→ TASK GOAL
Work out how many lines in the data below include "useDynamicsJob", then reply with that number only.

Records excerpted from a collection:
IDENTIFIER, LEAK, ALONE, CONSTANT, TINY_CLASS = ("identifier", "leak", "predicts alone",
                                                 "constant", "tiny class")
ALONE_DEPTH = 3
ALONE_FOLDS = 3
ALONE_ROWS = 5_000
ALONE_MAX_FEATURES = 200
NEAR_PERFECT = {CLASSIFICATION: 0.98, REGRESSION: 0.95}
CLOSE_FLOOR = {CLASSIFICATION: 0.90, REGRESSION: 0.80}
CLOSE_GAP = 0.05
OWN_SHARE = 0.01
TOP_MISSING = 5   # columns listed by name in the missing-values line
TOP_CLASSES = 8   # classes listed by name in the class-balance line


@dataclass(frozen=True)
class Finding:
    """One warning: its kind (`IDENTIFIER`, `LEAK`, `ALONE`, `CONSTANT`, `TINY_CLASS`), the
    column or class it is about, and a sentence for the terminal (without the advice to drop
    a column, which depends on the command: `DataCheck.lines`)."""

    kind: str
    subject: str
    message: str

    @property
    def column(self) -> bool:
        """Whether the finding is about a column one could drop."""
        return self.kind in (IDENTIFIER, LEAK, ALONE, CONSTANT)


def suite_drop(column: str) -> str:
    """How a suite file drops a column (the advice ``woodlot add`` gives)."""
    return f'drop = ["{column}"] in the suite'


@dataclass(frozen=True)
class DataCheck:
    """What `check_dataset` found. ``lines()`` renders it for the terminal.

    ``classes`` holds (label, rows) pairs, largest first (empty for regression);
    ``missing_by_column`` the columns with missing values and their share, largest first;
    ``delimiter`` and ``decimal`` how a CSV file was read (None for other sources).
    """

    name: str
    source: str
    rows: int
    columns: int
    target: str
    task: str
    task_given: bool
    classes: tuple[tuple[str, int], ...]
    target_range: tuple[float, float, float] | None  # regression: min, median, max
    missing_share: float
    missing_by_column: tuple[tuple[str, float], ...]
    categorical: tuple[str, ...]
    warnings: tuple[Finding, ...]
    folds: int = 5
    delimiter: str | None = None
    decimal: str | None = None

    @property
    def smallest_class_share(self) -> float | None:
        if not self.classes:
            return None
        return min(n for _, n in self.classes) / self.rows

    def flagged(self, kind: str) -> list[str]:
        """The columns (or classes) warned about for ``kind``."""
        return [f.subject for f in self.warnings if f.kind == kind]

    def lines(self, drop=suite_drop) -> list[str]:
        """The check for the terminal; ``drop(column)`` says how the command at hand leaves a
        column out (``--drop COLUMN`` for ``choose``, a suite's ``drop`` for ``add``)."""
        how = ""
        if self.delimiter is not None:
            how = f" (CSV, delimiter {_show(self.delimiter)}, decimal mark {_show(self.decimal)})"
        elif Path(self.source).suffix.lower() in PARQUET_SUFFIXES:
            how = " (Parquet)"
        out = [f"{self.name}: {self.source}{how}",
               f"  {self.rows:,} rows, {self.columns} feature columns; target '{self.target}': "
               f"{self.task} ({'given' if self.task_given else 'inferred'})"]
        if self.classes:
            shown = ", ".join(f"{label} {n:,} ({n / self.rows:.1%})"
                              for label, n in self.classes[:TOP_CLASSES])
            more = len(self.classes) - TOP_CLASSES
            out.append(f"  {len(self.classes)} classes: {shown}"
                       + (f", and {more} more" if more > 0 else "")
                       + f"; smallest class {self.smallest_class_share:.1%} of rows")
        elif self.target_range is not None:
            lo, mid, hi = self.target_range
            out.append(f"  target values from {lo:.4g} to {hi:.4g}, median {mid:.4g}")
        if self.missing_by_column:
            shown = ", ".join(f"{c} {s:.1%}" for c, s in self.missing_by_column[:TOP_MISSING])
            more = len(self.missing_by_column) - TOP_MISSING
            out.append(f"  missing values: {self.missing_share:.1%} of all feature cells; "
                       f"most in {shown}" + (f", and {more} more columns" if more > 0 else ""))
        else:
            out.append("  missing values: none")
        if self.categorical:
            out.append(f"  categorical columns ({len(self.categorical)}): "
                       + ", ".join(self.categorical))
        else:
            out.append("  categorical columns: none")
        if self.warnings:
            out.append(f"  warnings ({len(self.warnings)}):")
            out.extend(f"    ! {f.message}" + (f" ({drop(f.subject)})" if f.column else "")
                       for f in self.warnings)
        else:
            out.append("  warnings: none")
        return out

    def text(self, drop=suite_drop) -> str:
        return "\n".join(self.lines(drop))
...
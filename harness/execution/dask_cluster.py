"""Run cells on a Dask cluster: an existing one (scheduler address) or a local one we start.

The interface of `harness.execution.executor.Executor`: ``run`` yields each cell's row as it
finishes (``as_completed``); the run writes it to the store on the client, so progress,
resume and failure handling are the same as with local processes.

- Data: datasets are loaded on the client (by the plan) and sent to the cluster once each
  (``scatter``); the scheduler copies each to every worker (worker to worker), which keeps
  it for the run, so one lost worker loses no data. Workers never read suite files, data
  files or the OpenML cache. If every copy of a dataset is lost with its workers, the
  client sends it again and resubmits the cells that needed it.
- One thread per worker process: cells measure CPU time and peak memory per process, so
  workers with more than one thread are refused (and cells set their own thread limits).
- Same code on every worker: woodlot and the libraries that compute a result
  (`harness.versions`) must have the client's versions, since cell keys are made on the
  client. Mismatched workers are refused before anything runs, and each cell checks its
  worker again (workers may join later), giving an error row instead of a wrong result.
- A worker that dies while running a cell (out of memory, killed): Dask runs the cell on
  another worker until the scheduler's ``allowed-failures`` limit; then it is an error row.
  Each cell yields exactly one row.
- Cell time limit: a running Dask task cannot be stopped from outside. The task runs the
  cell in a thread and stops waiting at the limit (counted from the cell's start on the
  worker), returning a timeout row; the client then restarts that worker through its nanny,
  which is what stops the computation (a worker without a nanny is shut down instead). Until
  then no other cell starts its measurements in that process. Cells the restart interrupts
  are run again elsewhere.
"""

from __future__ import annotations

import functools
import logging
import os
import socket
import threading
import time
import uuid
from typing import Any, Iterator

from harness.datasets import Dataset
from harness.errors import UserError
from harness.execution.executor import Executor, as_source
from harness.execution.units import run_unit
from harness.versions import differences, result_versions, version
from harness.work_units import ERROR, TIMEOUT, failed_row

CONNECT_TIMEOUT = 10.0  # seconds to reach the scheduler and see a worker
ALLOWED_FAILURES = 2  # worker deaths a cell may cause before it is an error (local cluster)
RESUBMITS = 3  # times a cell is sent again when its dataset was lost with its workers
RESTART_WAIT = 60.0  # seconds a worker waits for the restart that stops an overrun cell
...
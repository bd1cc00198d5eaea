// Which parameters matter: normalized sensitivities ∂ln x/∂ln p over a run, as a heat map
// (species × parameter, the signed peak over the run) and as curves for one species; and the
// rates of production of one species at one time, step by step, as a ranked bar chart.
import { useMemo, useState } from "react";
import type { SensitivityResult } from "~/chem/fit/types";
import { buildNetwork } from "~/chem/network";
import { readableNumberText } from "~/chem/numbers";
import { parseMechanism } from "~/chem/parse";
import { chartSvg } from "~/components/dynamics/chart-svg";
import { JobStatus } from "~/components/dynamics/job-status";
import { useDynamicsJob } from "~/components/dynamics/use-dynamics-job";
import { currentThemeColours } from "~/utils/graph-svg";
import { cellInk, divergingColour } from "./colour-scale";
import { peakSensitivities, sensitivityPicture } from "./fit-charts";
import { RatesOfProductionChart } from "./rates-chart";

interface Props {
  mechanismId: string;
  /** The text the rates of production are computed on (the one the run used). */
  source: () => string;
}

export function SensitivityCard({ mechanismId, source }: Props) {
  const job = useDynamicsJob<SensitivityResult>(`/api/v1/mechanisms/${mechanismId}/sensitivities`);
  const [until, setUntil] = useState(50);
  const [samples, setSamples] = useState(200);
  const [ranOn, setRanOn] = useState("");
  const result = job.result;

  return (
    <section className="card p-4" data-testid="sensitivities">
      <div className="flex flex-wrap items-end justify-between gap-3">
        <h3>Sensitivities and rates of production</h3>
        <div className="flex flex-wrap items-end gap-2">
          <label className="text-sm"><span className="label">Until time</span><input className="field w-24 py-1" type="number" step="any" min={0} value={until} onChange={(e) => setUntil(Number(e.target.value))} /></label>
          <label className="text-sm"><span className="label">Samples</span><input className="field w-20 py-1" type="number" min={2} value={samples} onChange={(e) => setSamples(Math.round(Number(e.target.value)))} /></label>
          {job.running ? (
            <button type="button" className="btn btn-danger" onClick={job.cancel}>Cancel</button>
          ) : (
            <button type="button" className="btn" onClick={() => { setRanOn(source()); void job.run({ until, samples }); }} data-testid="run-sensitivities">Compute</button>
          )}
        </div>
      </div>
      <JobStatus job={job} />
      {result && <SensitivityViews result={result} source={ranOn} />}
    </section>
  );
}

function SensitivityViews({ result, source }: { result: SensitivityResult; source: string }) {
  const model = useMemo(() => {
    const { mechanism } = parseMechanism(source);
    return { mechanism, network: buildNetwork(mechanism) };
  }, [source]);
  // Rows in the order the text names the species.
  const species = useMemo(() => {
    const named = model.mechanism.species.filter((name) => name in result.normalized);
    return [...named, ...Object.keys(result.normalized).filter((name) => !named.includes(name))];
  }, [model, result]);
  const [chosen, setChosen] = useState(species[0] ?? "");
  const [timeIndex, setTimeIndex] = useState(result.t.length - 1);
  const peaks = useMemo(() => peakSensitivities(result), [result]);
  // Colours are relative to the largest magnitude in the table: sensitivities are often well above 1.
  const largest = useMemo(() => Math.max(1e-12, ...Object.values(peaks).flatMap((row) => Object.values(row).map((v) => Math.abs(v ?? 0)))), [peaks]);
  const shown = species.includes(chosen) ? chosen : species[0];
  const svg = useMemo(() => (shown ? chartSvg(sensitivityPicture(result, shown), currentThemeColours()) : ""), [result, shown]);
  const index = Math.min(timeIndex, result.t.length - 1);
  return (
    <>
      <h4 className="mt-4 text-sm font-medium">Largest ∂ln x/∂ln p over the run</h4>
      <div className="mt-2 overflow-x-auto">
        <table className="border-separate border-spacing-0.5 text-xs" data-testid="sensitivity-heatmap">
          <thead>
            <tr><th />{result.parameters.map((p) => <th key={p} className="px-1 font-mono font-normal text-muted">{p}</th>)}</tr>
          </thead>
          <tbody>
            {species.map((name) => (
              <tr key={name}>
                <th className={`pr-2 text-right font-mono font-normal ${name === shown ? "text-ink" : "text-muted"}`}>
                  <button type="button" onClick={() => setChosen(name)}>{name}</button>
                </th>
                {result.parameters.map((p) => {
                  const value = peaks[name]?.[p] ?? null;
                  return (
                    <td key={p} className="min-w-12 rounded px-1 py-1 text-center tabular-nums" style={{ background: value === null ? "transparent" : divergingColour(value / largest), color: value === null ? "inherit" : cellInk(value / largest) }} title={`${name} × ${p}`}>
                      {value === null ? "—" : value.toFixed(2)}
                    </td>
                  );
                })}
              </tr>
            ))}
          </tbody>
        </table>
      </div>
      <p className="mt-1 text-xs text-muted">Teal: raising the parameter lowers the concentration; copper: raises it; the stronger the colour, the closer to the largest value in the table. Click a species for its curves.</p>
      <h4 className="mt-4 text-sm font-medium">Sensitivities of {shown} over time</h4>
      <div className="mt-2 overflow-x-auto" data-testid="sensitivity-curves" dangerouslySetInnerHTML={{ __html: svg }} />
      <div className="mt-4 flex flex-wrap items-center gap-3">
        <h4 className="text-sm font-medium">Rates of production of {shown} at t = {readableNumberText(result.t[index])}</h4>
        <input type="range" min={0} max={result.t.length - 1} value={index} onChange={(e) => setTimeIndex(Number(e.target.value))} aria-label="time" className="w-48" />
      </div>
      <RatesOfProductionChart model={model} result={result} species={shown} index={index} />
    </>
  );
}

→ RESPONSE BELOW
2